What jewellery suits a cool undertone?
Cool undertones — pink, rosy, or blue-based skin where veins look bluish — are typically flattered by silver, white gold, platinum, and other white metals, which complement the skin's coolness. Cool-toned gemstones like sapphire, amethyst, and blue and purple stones also suit. Silver is usually the go-to metal, though cool undertones can wear gold too, especially in a deliberate mix.
Can you wear both gold and silver?
Yes — anyone can wear both, and mixing them is a modern, intentional look. Neutral undertones suit both metals especially easily, but everyone can wear and mix gold and silver with the right styling. The key to mixing is intention: combine them deliberately, ideally with a two-tone piece to tie them together, so the mix reads chosen rather than accidental.
Does skin tone really determine which metal looks best?
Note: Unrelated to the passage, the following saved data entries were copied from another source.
/// A random problem with minerals in a quarter, a reservoir in another, mixtures in a third, and each of the activity models in a
/// quarter of each.
fn random_problem(seed: u64) -> Option<(Problem, Model, Converged)> {
    let random = &mut Random(seed);
    let mut problem = random_systems::tableau(random, FAMILY);
    random_systems::add_charges(random, &mut problem);
    for row in &mut problem.species {
        row.water = random.integer(-1, 1) as f64;
    }
    let model = match seed / 4 % 4 {
        0 => Model::IDEAL,
        1 => Model::davies(Davies::new(0.509)),
        2 => random_systems::ion_sizes(random, &problem),
        _ => random_systems::interactions(random, &problem),
    };
    let settings = Settings::default();
    let first = solve(&problem, &Model::IDEAL, &settings, None).ok()?;
    match seed % 4 {
        0 => random_systems::add_minerals(random, &mut problem, &first.ln_a, 2),
        1 => random_systems::hold_component(&mut problem, 0, first.ln_a[0] + 1.0),
        2 => random_systems::add_mixtures(random, &mut problem, &first.ln_a, 2),
        _ => {}
    }
    let converged = solve(&problem, &model, &settings, None).ok()?;
    let judged = converged.ionic_strength < 0.5
        && converged.certificate.condition < 1e3
        && converged.mineral_ln_saturation.iter().all(|saturation| *saturation == 0.0 || *saturation < -0.1)
        && converged.mixtures.iter().all(|mixture| mixture.amount > 0.0 || mixture.ln_saturation < -0.1)
        && converged.certificate.smallest_amount > 1e-3 * converged.ionic_strength.max(1e-9);
    judged.then_some((problem, model, converged))
}

#[test]
fn the_linear_system_is_the_difference_quotient_on_random_systems() {
    let compared: usize = (0..600_u64)
        .into_par_iter()
        .filter_map(|seed| random_problem(seed).map(|made| (seed, made)))
        .map(|(seed, (problem, model, converged))| {
            let random = &mut Random(seed ^ 0x5eed);
            let linear = Sensitivities::new(&problem, &model, &converged, &own_supplies(&problem)).unwrap();
            let change = any_change(random, &problem);
            let exact = flattened(&linear.push(&change));
            let settings = Settings::default();
            let quotient = derivative(
                |step| {
                    let moved = moved(&problem, &change, step);
                    read(&solve(&moved, &model, &settings, Some(&converged.warm)).unwrap())
                },
                2e-3,
            );
            for (k, (exact, quotient)) in exact.iter().zip(&quotient).enumerate() {
                if quotient.is_finite() {
                    let allowed = 1e-6 * quotient.abs().max(1e-3);
                    assert!((exact - quotient).abs() < allowed, "seed {seed}, {k}: {exact:e} {quotient:e}");
                }
            }
            1
        })
        .sum();
    println!("sensitivities: {compared} random systems compared");
    assert!(compared > 150, "{compared}");
}

#[test]
fn pull_is_the_transpose_of_push() {
    for (seed, (problem, model, converged)) in
        (0..200).filter_map(|seed| random_problem(seed).map(|made| (seed, made)))
    {
        let random = &mut Random(seed);
        let linear = Sensitivities::new(&problem, &model, &converged, &own_supplies(&problem)).unwrap();
        let mut change = any_change(random, &problem);
        change.ln_gamma.iter_mut().for_each(|value| *value = random.uniform(-1.0, 1.0));
        change.ln_water_activity = random.uniform(-1.0, 1.0);
        let mut weight = Found::zero(&problem);
        for value in weight.ln_a.iter_mut().chain(&mut weight.ln_c).chain(&mut weight.ln_gamma) {
            *value = random.uniform(-1.0, 1.0);
        }
        let amounts = weight.reservoir_amount.iter_mut().chain(&mut weight.mineral_amount);
        for value in amounts.chain(weight.mixtures.iter_mut().flatten()) {
            *value = random.uniform(-1.0, 1.0);
        }
        (weight.ionic_strength, weight.ln_water_activity) = (random.uniform(-1.0, 1.0), 0.3);
        let (by, found) = (linear.pull(&weight), linear.push(&change));
        let given = |given: &Given| -> Vec<f64> {
            [&given.ln_k, &given.ln_gamma, &given.totals, &given.reservoirs, &given.minerals]
                .into_iter()
                .chain(&given.mixtures)
                .flatten()
                .copied()
                .chain([given.ln_water_activity])
                .collect()
        };
        let product = |a: Vec<f64>, b: Vec<f64>| -> (f64, f64) {
            let terms = a.iter().zip(&b).map(|(a, b)| a * b);
            terms.fold((0.0, 0.0), |(sum, size), term| (sum + term, size + term.abs()))
        };
        let (pulled, size) = product(given(&by), given(&change));
        let (pushed, other) = product(flattened(&weight), flattened(&found));
        assert!((pulled - pushed).abs() < 1e-10 * (size + other), "seed {seed}: {pulled:e} {pushed:e}");
    }
}

/// A water as it is measured: key, value, unit and standard uncertainty.
type Inputs = Vec<(&'static str, f64, &'static str, f64)>;

struct Case {
    name: &'static str,
    inputs: Inputs,
    texts: Vec<(&'static str, &'static str)>,
    treatments: Vec<Treatment>,
    model: &'static str,
    /// Whether pH and DIC are to be used where alkalinity is given too.
    from: bool,
    observables: Vec<&'static str>,
}

impl Case {
    fn new(name: &'static str, inputs: Inputs, treatments: Vec<Treatment>, more: &[&'static str]) -> Self {
        let common = ["pH", "ionic_strength", "alkalinity", "DIC", "m(CO3^2-)", "c(Ca^2+)", "gamma(Ca^2+)"];
        let more_common =
            ["SI(calcite)", "f(CO2(g))", "log_a(HCO3^-)", "charge_error", "density", "total(Ca)"];
        let observables = common.iter().chain(&more_common).chain(more).copied().collect();
        Self { name, inputs, texts: vec![], treatments, model: "davies", from: false, observables }
    }

    fn sample(&self, changed: &str, by: f64) -> Sample {
        let value = |(key, value, unit, sigma): &(&str, f64, &str, f64)| {
            let value = if *key == changed { value + by } else { *value };
            let unit = Unit::parse(unit).unwrap();
            let quantity = Quantity::measured(value, unit, Some(*sigma), key).unwrap();
            ((*key).to_string(), Value::Quantity(quantity))
        };
        let texts = self.texts.iter().map(|(key, text)| ((*key).into(), Value::Text((*text).into())));
        let pair = ["pH", "DIC"].map(|key| Value::Text(key.into())).to_vec();
        let from = self.from.then(|| ("from".to_string(), Value::List(pair)));
        let entries: BTreeMap<String, Value> =
            self.inputs.iter().map(value).chain(texts).chain(from).collect();
        let sample = Sample::read(entries).unwrap_or_else(|error| panic!("{}: {error}", self.name));
        self.treatments.iter().fold(sample, |sample, treatment| sample.treated(treatment.clone()).unwrap())
    }

    fn ledger(&self) -> Ledger {
        freshwater().with_activity(ActivityChoice::read(self.model, Named::default()).unwrap())
    }

    fn state(&self, sample: &Sample, ledger: &Ledger) -> State {
        equilibrate(sample, Some(ledger), &Settings::default())
            .unwrap_or_else(|error| panic!("{}: {error}", self.name))
    }

    fn numbers(&self, sample: &Sample, ledger: &Ledger) -> Vec<f64> {
        let state = self.state(sample, ledger);
        let number = |text: &&str| {
            let asked = Asked::parse(text).unwrap();
            state.number(&asked).unwrap_or_else(|error| panic!("{}: {error}", self.name)).0
        };
        self.observables.iter().map(number).collect()
    }
}

/// The same ledger with log10 K of one reaction moved.
fn shifted(ledger: &Ledger, name: &str, by: f64) -> Ledger {
    let reaction = ledger.reaction(name).unwrap();
    let constant = reaction.constant().unwrap();
    let constant = Constant { log_k: constant.log_k.shifted(by), ..constant.clone() };
    ledger.replace(name, &Reaction::of(reaction.equation().clone(), constant)).unwrap()
}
Undertone influences which metal is most flattering, but it's a helpful guide rather than a strict rule. The most flattering metal is often the one that makes your skin look brightest and most even, which undertone predicts well, but personal preference, the outfit, and confidence matter too. Plenty of people wear the 'opposite' metal beautifully, so treat undertone as a starting point, not a restriction.
What about rose gold — who does it suit?
Rose gold, with its warm pink hue, is one of the most universally flattering metals, suiting warm, cool, and neutral undertones because its pink-warm tone bridges the two. Warm undertones love its warmth, cool undertones appreciate the pink, and neutral undertones suit it easily. It's a versatile choice and a good option for anyone unsure between gold and silver, or wanting a metal that flatters broadly.